Objects

Abstract

在 Ray 中，Task 和 Actor 创建并计算的数据统称为 对象（Object），我们将它们称为 远程对象（Remote Object），因为它们可以存储在 Ray 集群中的任何位置，同时我们使用 对象引用（Object Ref） 来引用它们。

Remote Object 被缓存在 Ray 的 分布式共享内存对象存储（Distributed Shared-Memory Object Store） 中，集群中的每个节点都拥有一个 Object Store。

Objects & ObjectRef

在集群环境下，一个 Remote Object 可以存在于一个或多个节点上，且与持有对应 Object Ref 的节点无关。

Remote Object
- 由 Task / Actor 产生
- 存储在分布式 object store 中
- 可以位于集群任意节点（甚至多个节点）
ObjectRef
- 对 Object 的引用（类似指针 / ID）
- 不包含数据本身
- 类似 Future

Object ref 可以通过两种方式创建：

由 远程函数调用 返回

由 ray.put() 返回

import ray

# Put an object in Ray's object store.
y = 1
object_ref = ray.put(y)

不可变性（Immutability）

Remote Object 一旦创建 → 不可修改。

为什么这样设计？
- 支持多副本复制（replication）
- 无需同步不同节点的数据
- 避免一致性问题
带来的好处
- 更简单的分布式模型
- 更高的读取性能（可多节点缓存）
- 无锁 / 无同步开销

获取 Object 数据

你可以使用 ray.get() 方法通过 Object Ref 获取 Remote Object 的结果。如果当前节点的 Object Store 中不包含该对象，则会从其他节点下载该对象。

import ray
import time

# Get the value of one object ref.
obj_ref = ray.put(1)
assert ray.get(obj_ref) == 1

# Get the values of multiple object refs in parallel.
assert ray.get([ray.put(i) for i in range(3)]) == [0, 1, 2]
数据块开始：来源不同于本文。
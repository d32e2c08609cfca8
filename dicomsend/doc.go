// Package dicomsend sends files to a DICOM node by C-STORE (DICOM PS3.4
// annex B, Storage Service Class) with dcmtk's storescu, an existing and
// trusted implementation of the network protocol (PS3.7, PS3.8): voxgamma
// writes no DICOM networking of its own. A [Destination] is a called AE
// title, a host and a port, written AET@HOST:PORT; [Send] runs storescu
// once for a list of files, with timeouts, and reports its failure in one
// line naming the destination.
//
// Receiving is left to storescp (dcmtk's Storage SCP) writing into the
// folder `voxgamma watch` reads: see docs/dicom-network.md.
package dicomsend
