package roi

import (
	"math"
	"math/rand/v2"
	"slices"
	"testing"

	"voxgamma/phantom"
	"voxgamma/structure"
	"voxgamma/volume"
)

func TestDerivedRegions(t *testing.T) {
	g, err := volume.NewUniform([3]int{50, 50, 40}, [3]float64{-24.5, -24.5, -19.5}, [3]float64{1, 1, 1}, volume.Identity)
	if err != nil {
		t.Fatal(err)
	}
	set := &structure.Set{ROIs: []structure.ROI{
		mustROI(t, phantom.Sphere{Centre: [3]float64{-4, 0, 0}, Radius: 8}, phantom.ROISpec{Name: "PTV_a", Number: 1, InterpretedType: "PTV", PlaneSpacing: 2}),
		mustROI(t, phantom.Sphere{Centre: [3]float64{5, 0, 0}, Radius: 8}, phantom.ROISpec{Name: "PTV_b", Number: 2, PlaneSpacing: 2}),
		mustROI(t, phantom.Cylinder{CentreX: 0, CentreY: 10, Radius: 4, ZMin: -15, ZMax: 15}, phantom.ROISpec{Name: "Cord", Number: 3, InterpretedType: "ORGAN", PlaneSpacing: 2}),
		mustROI(t, phantom.Box{Min: [3]float64{-22, -22, -18}, Max: [3]float64{22, 22, 18}}, phantom.ROISpec{Name: "Outline", Number: 4, InterpretedType: "EXTERNAL", PlaneSpacing: 2, PlanePhase: 1}),
	}}
	z, err := NewRasteriser(g, Options{})
	if err != nil {
		t.Fatal(err)
	}
	rules := []Rule{{Pattern: "PTV*", Kind: Target}}
	regs, err := z.Set(set, rules)
	if err != nil {
		t.Fatal(err)
	}
	if regs[1].Kind != Target || regs[2].Kind != OAR || regs[3].Kind != Body {
		t.Fatalf("kinds %v %v %v", regs[1].Kind, regs[2].Kind, regs[3].Kind)
	}
	all, err := AllTargets(regs)
	if err != nil || all == nil {
		t.Fatalf("all targets: %v", err)
	}
	a, b := regs[0], regs[1]
	// Centre union: every centre of either, nothing else.
	want := map[int32]bool{}
	for _, n := range append(centreList(a), centreList(b)...) {
		want[n] = true
	}
	if got := centreList(all); len(got) != len(want) || !slices.IsSorted(got) {
		t.Errorf("union has %d centres, want %d, sorted %v", len(got), len(want), slices.IsSorted(got))
	}
	for n := range want {
		if !all.Centres.Contains(n) {
			t.Fatalf("union lacks centre %d", n)
		}
	}
	// Fractions: the maximum of the two; the union's volume is below the sum
	// (they overlap) and above either.
	fr := func(r *Region, n int32) float32 {
		idx, f := coverLists(r)
		if q, ok := slices.BinarySearch(idx, n); ok {
			return f[q]
		}
		return 0
	}
	aIdx, _ := coverLists(a)
	bIdx, _ := coverLists(b)
	allIdx, allFr := coverLists(all)
	if want := volume.RunsOf(append(aIdx, bIdx...)); want.Len() != len(allIdx) {
		t.Errorf("union covers %d voxels, want %d", len(allIdx), want.Len())
	}
	for q, n := range allIdx {
		if allFr[q] != max(fr(a, n), fr(b, n)) {
			t.Fatalf("union fraction at %d is %g, members %g and %g", n, allFr[q], fr(a, n), fr(b, n))
		}
	}
	va, vb, vu := a.VolumeCC(), b.VolumeCC(), all.VolumeCC()
	if !(vu < va+vb && vu > math.Max(va, vb)) {
		t.Errorf("union volume %g, members %g and %g", vu, va, vb)
	}
	if all.Name != "all targets" || all.Kind != Target || all.Derived == "" {
		t.Errorf("union labelled %q %v %q", all.Name, all.Kind, all.Derived)
	}
	body, err := BodyOf(regs)
	if err != nil || body == nil || body.Kind != Body || math.Abs(body.VolumeCC()-regs[3].VolumeCC()) > 1e-12 {
		t.Errorf("body: %v %+v", err, body)
	}
	if none, err := BodyOf(regs[:3]); none != nil || err != nil {
		t.Errorf("body without EXTERNAL: %v %v", none, err)
	}
	// One EXTERNAL ROI already named "body" (any case) is not listed again
	// as its own union; one named otherwise ("Outline") still is.
	named := *regs[3]
	named.Name = " BODY"
	if dup, err := BodyOf([]*Region{regs[0], &named}); dup != nil || err != nil {
		t.Errorf("union of the one EXTERNAL ROI named BODY: %v %v", dup, err)
	}
	if one, err := AllTargets(regs[:1]); one == nil || err != nil || one.Name != "all targets" {
		t.Errorf("all targets of one target named %q: %v %v", regs[0].Name, one, err)
	}

	// Isodose: voxels ≥ 50 % of 60 Gy of a Gaussian dose are those within
	// σ·sqrt(2 ln 2) of its centre.
	if err := phantom.Fill(g, phantom.Gaussian([3]float64{0, 0, 0}, 6, 60)); err != nil {
		t.Fatal(err)
	}
	iso, err := Isodose(g, 50, 60, Options{})
	if err != nil {
		t.Fatal(err)
	}
	r50 := 6 * math.Sqrt(2*math.Ln2)
	for n, v := range g.Data {
		in := iso.Centres.Contains(int32(n))
		if in != (v >= 30) {
			t.Fatalf("isodose membership of voxel %d (dose %g) is %v", n, v, in)
		}
	}
	if v, want := iso.VolumeCC()*1000, 4.0/3*math.Pi*r50*r50*r50; math.Abs(v-want) > 0.05*want {
		t.Errorf("50 %% isodose volume %g mm³, sphere of radius %g mm has %g", v, r50, want)
	}
	h, err := RegionDVH(g, iso)
	if err != nil || h.Min < 30 {
		t.Errorf("isodose DVH: %v, min %g", err, h.Min)
	}
	if _, err := Isodose(g, 0, 60, Options{}); err == nil {
		t.Error("isodose at 0 % accepted")
	}
	other, _ := volume.NewUniform([3]int{5, 5, 5}, [3]float64{}, [3]float64{1, 1, 1}, volume.Identity)
	if _, err := Union("mixed", Other, []*Region{a, iso, {Name: "x", grid: other}}); err == nil {
		t.Error("union across grids accepted")
	}
	m := all.Mask()
	if m.Count() != all.Centres.Len() {
		t.Errorf("mask has %d voxels, centres %d", m.Count(), all.Centres.Len())
	}
}

// TestIsodoseBox: the bounding box of a region made from runs of positions
// (setBox), whose runs may cross rows and slices, is the box of its voxels
// found one by one. Doses random on a small grid; levels from sparse to
// nearly all.
func TestIsodoseBox(t *testing.T) {
	rng := rand.New(rand.NewPCG(9, 2))
	g, err := volume.NewUniform([3]int{7, 5, 4}, [3]float64{}, [3]float64{1, 1, 1}, volume.Identity)
	if err != nil {
		t.Fatal(err)
	}
	for trial := 0; trial < 300; trial++ {
		for n := range g.Data {
			g.Data[n] = float32(rng.Float64())
		}
		pct := 100 * rng.Float64()
		iso, err := Isodose(g, pct, 1, Options{})
		if err != nil {
			t.Fatal(err)
		}
		want := emptyBox()
		for n, v := range g.Data {
			if float64(v) >= pct/100 {
				i, j, k := g.IJK(n)
				want.add(i, j, k)
			}
		}
		if iso.Box != want {
			t.Fatalf("trial %d, level %g %%: box %+v, want %+v", trial, pct, iso.Box, want)
		}
	}
}
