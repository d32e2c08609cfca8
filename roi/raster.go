package roi

import (
	"errors"
	"fmt"
	"math"
	"slices"
	"sort"

	"voxgamma/structure"
	"voxgamma/volume"
)

// Defaults and fixed rules of the rasterisation (see the package
// documentation).
const (
	// DefaultInPlane is the default number of sub-samples per voxel along
	// each in-plane axis (4 × 4 per voxel and sub-slice).
	DefaultInPlane = 4
	// DefaultSubSlices is the default number of sub-slices per voxel along z.
	DefaultSubSlices = 4
	// MaxSubSamples bounds InPlane and SubSlices.
	MaxSubSamples = 64
	// PlaneTolerance (mm) is how far the z of a contour's points may spread
	// and still be one axial plane, and how close the planes of two contours
	// must be to count as the same plane.
	PlaneTolerance = 0.01
	// GapFactor: a gap between consecutive contour planes larger than
	// GapFactor times each of the neighbouring gaps is a part of the ROI's z
	// range where the ROI is absent, not a wider plane spacing.
	GapFactor = 1.5
)

// Options tune the rasterisation. The zero value gives the defaults.
type Options struct {
	// InPlane is the number of sub-samples per voxel along each in-plane
	// axis (InPlane² per voxel and sub-slice); 0 means DefaultInPlane.
	InPlane int
	// SubSlices is the number of sub-slices per voxel along z; 0 means
	// DefaultSubSlices.
	SubSlices int
	// SingleSampleThickness (mm) is the voxel thickness along an axis of the
	// grid that has a single sample (a one-frame dose grid, say), where half
	// distances to neighbours do not exist. 0 means the mean spacing of the
	// grid's other axes.
	SingleSampleThickness float64
}

func (o Options) withDefaults() (Options, error) {
	if o.InPlane == 0 {
		o.InPlane = DefaultInPlane
	}
	if o.SubSlices == 0 {
		o.SubSlices = DefaultSubSlices
	}
	if o.InPlane < 1 || o.InPlane > MaxSubSamples {
		return o, fmt.Errorf("roi: %d in-plane sub-samples per voxel, want 1 to %d", o.InPlane, MaxSubSamples)
	}
	if o.SubSlices < 1 || o.SubSlices > MaxSubSamples {
		return o, fmt.Errorf("roi: %d sub-slices per voxel, want 1 to %d", o.SubSlices, MaxSubSamples)
	}
	return o, nil
}

// Rasteriser turns ROIs into Regions on one dose grid. It is not changed
// by rasterising, so one Rasteriser may serve several goroutines at once.
type Rasteriser struct {
	grid  *volume.Grid
	opt   Options
	sizes *VoxelSize
	ax    [3]axisInfo
}

// NewRasteriser prepares the rasterisation of ROIs onto grid g. g's frames
// (index axis k) must run along patient z, in either sense; otherwise axial
// contours cannot be mapped onto its frames and an error is returned.
func NewRasteriser(g *volume.Grid, opt Options) (*Rasteriser, error) {
	if g == nil {
		return nil, errors.New("roi: no dose grid")
	}
	opt, err := opt.withDefaults()
	if err != nil {
		return nil, err
	}
	if p := g.Axis(2).Patient; p != 2 {
		return nil, fmt.Errorf("roi: the dose grid's frames (index axis k) run along patient %c, not z: axial contours cannot be rasterised onto it", "xyz"[p])
	}
	if err := indexable(g); err != nil {
		return nil, err
	}
	single, err := singleThickness(g, opt)
	if err != nil {
		return nil, err
	}
	z := &Rasteriser{grid: g, opt: opt}
	z.ax[0] = newAxisInfo(g, 0, opt.InPlane, single)
	z.ax[1] = newAxisInfo(g, 1, opt.InPlane, single)
	z.ax[2] = newAxisInfo(g, 2, 1, single)
	z.sizes = &VoxelSize{dims: g.Dims()}
	for a := 0; a < 3; a++ {
		z.sizes.width[a] = z.ax[a].width
	}
	return z, nil
}

// Sizes returns the voxel sizes of the rasteriser's grid.
func (z *Rasteriser) Sizes() *VoxelSize { return z.sizes }
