package roi

import (
	"math"
	"slices"
)

// edge is a non-horizontal polygon edge in a contour plane, in the in-plane
// coordinates (x, y) of the scanline fill: y is the row coordinate, x the
// coordinate along a row. It is oriented so that y0 < y1 and counts as
// crossed by the row at y when y0 ≤ y < y1 (the half-open rule, which makes
// a vertex on a row count once per polygon passing through it, so the even-odd
// parity is right at vertices). Horizontal edges are never crossed and are
// dropped.
type edge struct {
	y0, y1 float64
	x0     float64 // x at y0
	dxdy   float64 // change of x per unit y
	xa, xb float64 // x at y0 and y1 (for breakpoints of the exact area)
	poly   int32   // the polygon of its plane it belongs to
}

// appendEdges appends the edges of the closed polygon (xs[m], ys[m]), the
// plane's polygon number poly, to es.
func appendEdges(es []edge, xs, ys []float64, poly int32) []edge {
	n := len(xs)
	for m := 0; m < n; m++ {
		xa, ya := xs[m], ys[m]
		xb, yb := xs[(m+1)%n], ys[(m+1)%n]
		if ya == yb {
			continue
		}
		if ya > yb {
			xa, ya, xb, yb = xb, yb, xa, ya
		}
		es = append(es, edge{y0: ya, y1: yb, x0: xa, dxdy: (xb - xa) / (yb - ya), xa: xa, xb: xb, poly: poly})
	}
	return es
}

// sweep answers "where does the row at y cross the edges?" for rows taken
// in non-decreasing y, keeping an active edge list so that each query costs
// the number of edges that span y rather than all edges. Its buffers are
// reused between queries: no allocation once warm.
//
// With groups (see reset) the answer is the boundaries of the plane's
// region as grouped polygons define it: each polygon by the even-odd rule,
// the polygons of one group united, the groups combined by the even-odd
// rule (see the package documentation, "Contours that overlap").
type sweep struct {
	edges  []edge // sorted by y0
	next   int
	active []int32
	xs     []float64

	group  []int32 // group of each polygon; nil: one even-odd fill
	ev     []crossing
	parity []bool  // per polygon: inside it
	count  []int32 // per group: polygons inside
}

// crossing is where a row crosses an edge of polygon poly.
type crossing struct {
	x    float64
	poly int32
}

// reset starts a new pass over edges, which must be sorted by y0. groups
// gives each polygon's group (nil: every polygon its own, even-odd).
func (s *sweep) reset(edges []edge, groups []int32) {
	s.edges = edges
	s.next = 0
	s.active = s.active[:0]
	s.group = groups
	if groups != nil {
		s.parity = slices.Grow(s.parity[:0], len(groups))[:len(groups)]
		clear(s.parity)
		s.count = slices.Grow(s.count[:0], len(groups))[:len(groups)]
		clear(s.count)
	}
}

// at returns the sorted crossings of the row at y with the edges, or with
// groups the sorted boundaries of the region; either way the row is inside
// between the first and second value, the third and fourth, and so on. y
// must not decrease between calls after a reset. The returned slice is
// valid until the next call.
func (s *sweep) at(y float64) []float64 {
	for s.next < len(s.edges) && s.edges[s.next].y0 <= y {
		s.active = append(s.active, int32(s.next))
		s.next++
	}
	xs := s.xs[:0]
	ev := s.ev[:0]
	k := 0
	for _, ei := range s.active {
		e := &s.edges[ei]
		if e.y1 <= y {
			continue // retired: every later row is above it too
		}
		s.active[k] = ei
		k++
		if e.y0 <= y {
			x := e.x0 + (y-e.y0)*e.dxdy
			if s.group == nil {
				xs = append(xs, x)
			} else {
				ev = append(ev, crossing{x, e.poly})
			}
		}
	}
	s.active = s.active[:k]
	if s.group == nil {
		slices.Sort(xs)
		s.xs = xs
		return xs
	}
	slices.SortFunc(ev, func(a, b crossing) int {
		switch {
		case a.x < b.x:
			return -1
		case a.x > b.x:
			return 1
		}
		return 0
	})
	// Walk the crossings left to right: a polygon's parity flips at each
	// of its crossings, a group is inside while any of its polygons is,
	// the region while an odd number of groups are. Crossings at one x are
	// taken together, so a boundary where one polygon of a group ends as
	// another begins is no boundary.
	odd, inside := false, false
	for i := 0; i < len(ev); {
		x := ev[i].x
		for ; i < len(ev) && ev[i].x == x; i++ {
			p := ev[i].poly
			g := s.group[p]
			s.parity[p] = !s.parity[p]
			if s.parity[p] {
				s.count[g]++
				if s.count[g] == 1 {
					odd = !odd
				}
			} else {
				s.count[g]--
				if s.count[g] == 0 {
					odd = !odd
				}
			}
		}
		if odd != inside {
			xs = append(xs, x)
			inside = odd
		}
	}
	// A closed polygon crosses a row an even number of times (half-open
	// edges): every parity is back to outside. Clear anyway, so that a
	// rounding accident in one row cannot leak into the next.
	for _, c := range ev {
		s.parity[c.poly] = false
		s.count[s.group[c.poly]] = 0
	}
	s.ev, s.xs = ev, xs
	return xs
}

// sortEdges sorts edges by y0, as sweep needs.
func sortEdges(es []edge) {
	slices.SortFunc(es, func(a, b edge) int {
		switch {
		case a.y0 < b.y0:
			return -1
		case a.y0 > b.y0:
			return 1
		}
		return 0
	})
}

// evenOddArea returns the area of the even-odd interior of the edges (all
// polygons of one plane together; with groups, of the region they define,
// see sweep) within the rectangle [x0, x1] × [y0, y1]
// (infinite bounds allowed). The inside length of a row is piecewise linear
// in y, with breaks only at vertex rows, where an edge crosses x0 or x1,
// where the rectangle starts or ends, and where two edges cross; between
// breaks the midpoint rule is exact. Breaks of the first three kinds are
// found, so the area is exact (to rounding) for polygons whose edges do not
// cross each other; where edges cross, the midpoint rule approximates. ys is
// scratch space, returned for reuse.
func evenOddArea(es []edge, groups []int32, x0, x1, y0, y1 float64, sw *sweep, ys []float64) (float64, []float64) {
	ys = ys[:0]
	for i := range es {
		e := &es[i]
		ys = append(ys, e.y0, e.y1)
		for _, xc := range [2]float64{x0, x1} {
			if math.IsInf(xc, 0) {
				continue
			}
			lo, hi := math.Min(e.xa, e.xb), math.Max(e.xa, e.xb)
			if xc > lo && xc < hi {
				// y where the edge crosses x = xc.
				ys = append(ys, e.y0+(xc-e.x0)/e.dxdy)
			}
		}
	}
	if !math.IsInf(y0, 0) {
		ys = append(ys, y0)
	}
	if !math.IsInf(y1, 0) {
		ys = append(ys, y1)
	}
	slices.Sort(ys)
	sw.reset(es, groups)
	var area float64
	for m := 1; m < len(ys); m++ {
		ya, yb := math.Max(ys[m-1], y0), math.Min(ys[m], y1)
		if !(yb > ya) {
			continue
		}
		xs := sw.at((ya + yb) / 2)
		var run float64
		for q := 0; q+1 < len(xs); q += 2 {
			a, b := math.Max(xs[q], x0), math.Min(xs[q+1], x1)
			if b > a {
				run += b - a
			}
		}
		area += run * (yb - ya)
	}
	return area, ys
}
# You can also set a timeout to return early from a ``get``
# that's blocking for too long.
from ray.exceptions import GetTimeoutError
# ``GetTimeoutError`` is a subclass of ``TimeoutError``.

@ray.remote
def long_running_function():
    time.sleep(8)

obj_ref = long_running_function.remote()
try:
    ray.get(obj_ref, timeout=4)
except GetTimeoutError:  # You can capture the standard "TimeoutError" instead
    print("`get` timed out.")

ray.get()：对象类型与性能特性

对象类型	获取方式	性能特性
NumPy 数组/集合	零拷贝（zero-copy）	直接共享 Object Store 内存
其他 Python 对象	需反序列化	反序列化为新 Python 对象

传递 Object 参数

Ray 的 Object Ref 可以在整个 Ray 应用中自由传递。这意味着它们可以作为参数传递给 Task / Actor 方法，甚至可以存储在其他对象中。 Object 通过分布式引用计数进行跟踪，当所有对该 Object 的引用被删除后，其数据会被自动释放。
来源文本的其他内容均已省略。